[Collected data entries]
***

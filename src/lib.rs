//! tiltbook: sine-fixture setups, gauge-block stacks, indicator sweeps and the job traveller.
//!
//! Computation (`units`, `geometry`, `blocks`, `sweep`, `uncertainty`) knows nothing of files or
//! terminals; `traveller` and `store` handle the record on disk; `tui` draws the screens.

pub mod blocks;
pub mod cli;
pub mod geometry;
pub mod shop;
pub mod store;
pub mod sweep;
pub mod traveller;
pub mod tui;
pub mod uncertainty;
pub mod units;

***

WHAT IS BEING ASKED → Every record, restated word for word, should make up your reply.

RESPONSE AREA →
filename src/lib.rs
//! tiltbook: sine-fixture setups, gauge-block stacks, indicator sweeps and the job traveller.
//!
//! Computation (`units`, `geometry`, `blocks`, `sweep`, `uncertainty`) knows nothing of files or
//! terminals; `traveller` and `store` handle the record on disk; `tui` draws the screens.

pub mod blocks;
pub mod cli;
pub mod geometry;
pub mod shop;
pub mod store;
pub mod sweep;
pub mod traveller;
pub mod tui;
pub mod uncertainty;
pub mod units;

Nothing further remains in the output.